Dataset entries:
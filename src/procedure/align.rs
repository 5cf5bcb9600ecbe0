//! Finding where a stimulus sits in a capture.

/// Level envelope in dB: RMS of consecutive blocks of `block` samples, floored at -150 dB.
fn envelope_db(x: &[f64], block: usize) -> Vec<f64> {
    x.chunks(block)
        .map(|c| {
            let ms = c.iter().map(|v| v * v).sum::<f64>() / c.len() as f64;
            10.0 * ms.max(1e-15).log10()
        })
        .collect()
}

/// The lag in samples (negative when the recorder started after the stimulus file did) that best
/// lines up the capture's level envelope with the stimulus's, searched over
/// `-max_lead..=max_lag` samples, to within half a `block`; with the correlation there (Pearson's r
/// of the dB envelopes, 1 for a perfect match).
///
/// Envelopes rather than waveforms: a staircase of one steady frequency correlates with itself at
/// every period and every step, so a waveform match is ambiguous; its level pattern is not. The
/// dB scale makes the amplifier's gain an offset, which the correlation ignores.
pub fn find_envelope_lag(
    capture: &[f64],
    reference: &[f64],
    block: usize,
    max_lead: usize,
    max_lag: usize,
) -> Option<(isize, f64)> {
    let block = block.max(1);
    let (es, ec) = (envelope_db(reference, block), envelope_db(capture, block));
    let (lo, hi) = (-((max_lead / block) as isize), (max_lag / block) as isize);
    let mut best: Option<(isize, f64)> = None;
    for lag in lo..=hi {
        // pairs (es[i], ec[i + lag]) over the overlap
        let i0 = (-lag).max(0) as usize;
        let i1 = es.len().min((ec.len() as isize - lag).max(0) as usize);
        if i1 <= i0 + 8 {
            continue;
        }
        let n = (i1 - i0) as f64;
        let (mut sa, mut sb, mut saa, mut sbb, mut sab) = (0.0, 0.0, 0.0, 0.0, 0.0);
        for i in i0..i1 {
            let a = es[i];
            let b = ec[(i as isize + lag) as usize];
            sa += a;
            sb += b;
            saa += a * a;
            sbb += b * b;
            sab += a * b;
        }
        let cov = sab / n - sa * sb / (n * n);
        let va = saa / n - sa * sa / (n * n);
        let vb = sbb / n - sb * sb / (n * n);
        let r = cov / (va * vb).sqrt().max(1e-300);
        if best.is_none_or(|(_, br)| r > br) {
            best = Some((lag, r));
        }
    }
    best.map(|(lag, r)| (lag * block as isize, r))
}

#### [WORK INSTRUCTION]
Give an exact copy of all the data shown above.

#### [OUTPUT OF THE TASK]
filename src/procedure/align.rs
repository 5cf5bcb9600ecbe0
//! Finding where a stimulus sits in a capture.

/// Level envelope in dB: RMS of consecutive blocks of `block` samples, floored at -150 dB.
fn envelope_db(x: &[f64], block: usize) -> Vec<f64> {
    x.chunks(block)
        .map(|c| {
            let ms = c.iter().map(|v| v * v).sum::<f64>() / c.len() as f64;
            10.0 * ms.max(1e-15).log10()
        })
        .collect()
}

/// The lag in samples (negative when the recorder started after the stimulus file did) that best
/// lines up the capture's level envelope with the stimulus's, searched over
/// `-max_lead..=max_lag` samples, to within half a `block`; with the correlation there (Pearson's r
/// of the dB envelopes, 1 for a perfect match).
///
/// Envelopes rather than waveforms: a staircase of one steady frequency correlates with itself at
/// every period and every step, so a waveform match is ambiguous; its level pattern is not. The
/// dB scale makes the amplifier's gain an offset, which the correlation ignores.
pub fn find_envelope_lag(
    capture: &[f64],
    reference: &[f64],
    block: usize,
    max_lead: usize,
    max_lag: usize,
) -> Option<(isize, f64)> {
    let block = block.max(1);
    let (es, ec) = (envelope_db(reference, block), envelope_db(capture, block));
    let (lo, hi) = (-((max_lead / block) as isize), (max_lag / block) as isize);
    let mut best: Option<(isize, f64)> = None;
    for lag in lo..=hi {
        // pairs (es[i], ec[i + lag]) over the overlap
        let i0 = (-lag).max(0) as usize;
        let i1 = es.len().min((ec.len() as isize - lag).max(0) as usize);
        if i1 <= i0 + 8 {
            continue;
        }
        let n = (i1 - i0) as f64;
        let (mut sa, mut sb, mut saa, mut sbb, mut sab) = (0.0, 0.0, 0.0, 0.0, 0.0);
        for i in i0..i1 {
            let a = es[i];
            let b = ec[(i as isize + lag) as usize];
            sa += a;
            sb += b;
            saa += a * a;
            sbb += b * b;
            sab += a * b;
        }
        let cov = sab / n - sa * sb / (n * n);
        let va = saa / n - sa * sa / (n * n);
        let vb = sbb / n - sb * sb / (n * n);
        let r = cov / (va * vb).sqrt().max(1e-300);
        if best.is_none_or(|(_, br)| r > br) {
            best = Some((lag, r));
        }
    }
    best.map(|(lag, r)| (lag * block as isize, r))
}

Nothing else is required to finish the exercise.